Is it normal for a new chain/cassette combo to experience 'sticky' shifting before the parts wear in?


----------



## Mel Erickson (Feb 3, 2004)

Not in my experience. There should be no "break in" period for a new chain/cassette combo. New chains and old cassettes may have issues which will not resolve themselves because the cassette is too worn but a new/new combo should work fine right out of the box. I suspect you need to adjust the derailleur and check your chain length.


----------



## John Nelson (Mar 10, 2006)

Yes in my experience. I normally have slow/eratic shifting for the first few rides. I lube it every ride for the first three rides. Then it seems to work normally. I have no idea why.


----------



## b987654 (Aug 18, 2005)

my 10speed chain was noisy for the first 50 miles or so them it was fine, did you clean it before you put it on? shimano chains have a really tacky substance on them when new. I degrease and put my own lube on first.


----------



## Insight Driver (Jan 27, 2006)

Having gotten two brand new bikes in one year both using full Ultegra drivetrains I had no break-in issues with either one, other than normal cable stretch which is common on every new bike. Nothing should be stiff on a new drivetrain unless the wrench didn't do a good job on it. It's a machine, folks, with gears and chain and a shifter mechanism. It's not rocket science.


----------



## John Nelson (Mar 10, 2006)

That tacky substance on a new chain is tough to get off. It was still somewhat tacky after I cleaned it with a degreaser. What do you use to get it off?


----------



## Insight Driver (Jan 27, 2006)

I never had to clean my chain as the bike shop had built up my bike. I have used mineral spirits to clean my chain, then followed up with dish detergent. When I was done I had a chain that was clean and dry to touch. I then lubricated my chain with a good brand of chain old.


----------



## Insight Driver (Jan 27, 2006)

I never had to clean my chain as the bike shop had built up my bike. I have used mineral spirits to clean my chain, then followed up with dish detergent. When I was done I had a chain that was clean and dry to touch. I then lubricated my chain with a good brand of chain oil.


----------



## Spunout (Aug 12, 2002)

The machine oil that a chain comes packed in is not lube. You must wash the chain off in solvent and then re-lube the chain.
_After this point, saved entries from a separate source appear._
/**
 * A small list with the problems real lists have, for demos of the rejected-rows view: a title,
 * comments, blank lines, a multi-line quoted note, a duplicate, bad and impossible values, a
 * unit slip and an unrecognised column. Each problem row says in its note what is wrong.
 */
export function messyCsv(parts: DemoPart[]): string {
  const pick = (i: number) => parts[i % parts.length] as DemoPart;
  const row = (p: DemoPart, over: Partial<DemoPart>, note: string) => {
    const q = { ...p, ...over };
    return [q.partNumber, q.maker, q.series, q.material, q.inductanceUh, q.dcrTypMohm, q.dcrMaxMohm, q.isatA, q.irmsA, q.srfMhz, q.lengthMm, q.widthMm, q.heightMm, q.priceUsd, note];
  };
  const header = ["Part Number", "Maker", "Series", "Material", "Inductance (uH)", "DCR typ (mOhm)", "DCR max (mOhm)", "Isat (A)", "Irms (A)", "SRF (MHz)", "Length (mm)", "Width (mm)", "Height (mm)", "Price (USD)", "Notes"];
  const rows = [
    row(pick(100), {}, "fine"),
    row(pick(101), {}, "fine, with a note\non two lines"),
    row(pick(102), { inductanceUh: "" }, "rejected: missing inductance"),
    row(pick(103), { partNumber: "" }, "rejected: missing part number"),
    row(pick(104), { dcrMaxMohm: "about forty" }, "rejected: unparseable DCR"),
    row(pick(105), { isatA: "0" }, "rejected: zero Isat is impossible"),
    row(pick(106), { inductanceUh: "-4.7" }, "rejected: negative inductance"),
    row(pick(107), { inductanceUh: "4700000" }, "kept with a warning: 4.7 H is a unit slip"),
    row(pick(108), { inductanceUh: rNotation(pick(108).inductanceUh), dcrMaxMohm: `${pick(108).dcrMaxMohm} max` }, "fine: R-notation and a qualifier"),
    row(pick(109), { isatA: `${fixed(Number(pick(109).isatA) * 0.9, 2)}-${fixed(Number(pick(109).isatA) * 1.1, 2)}` }, "kept with a note: a range, the lower end is used"),
    row(pick(110), {}, "rejected: replaced by the later row with the same part number"),
    row(pick(110), { priceUsd: "0.21" }, "fine: the later duplicate is kept"),
    row(pick(111), { dcrTypMohm: "60", dcrMaxMohm: "50" }, "kept with a warning: DCR max below typical"),
  ];
  const body = writeRows([header, ...rows.slice(0, 5)], ",", "\n");
  const rest = writeRows(rows.slice(5), ",", "\n");
  return `Invented demo list with typical problems (not real parts)\n\n${body}# a comment line: ignored\n\n${rest}`;
}

function main(): void {
  const parts = generateDemoParts();
  const subset = variantSubset(parts);
  const files: [string, string][] = [
    ["demo-parts.csv", mainCsv(parts)],
    ["demo-variant-tabbed.tsv", variantTabbed(subset)],
    ["demo-variant-semicolon.csv", variantSemicolon(subset)],
    ["demo-variant-rnotation.csv", variantRNotation(subset)],
    ["demo-messy.csv", messyCsv(parts)],
  ];
  for (const [name, text] of files) writeFileSync(join(here, name), text);
  console.log(`${parts.length} parts, ${subset.length} in each variant`);
}

if (process.argv[1] !== undefined && fileURLToPath(import.meta.url) === process.argv[1]) main();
If you experience sloppy shifting, you may have waited too long to change the chain and have excessive cassette wear.


----------



## C-40 (Feb 4, 2004)

*mineral spirits..*



John Nelson said:


> That tacky substance on a new chain is tough to get off. It was still somewhat tacky after I cleaned it with a degreaser. What do you use to get it off?


or paint thinner (same thing) is the best degreaser, because dilutes oils ad greases and will evaporate, leaving no residue. Water soluble degreasers create an emulsion that really needs to be removed with water. 

Since I lube with a 4/1 mix of mineral spirits and synthetic motor oil (home brew), I apply that to a new chain before it's used. This lube is very thin and must be allowed several hours for the solvent to evaporate before use.


----------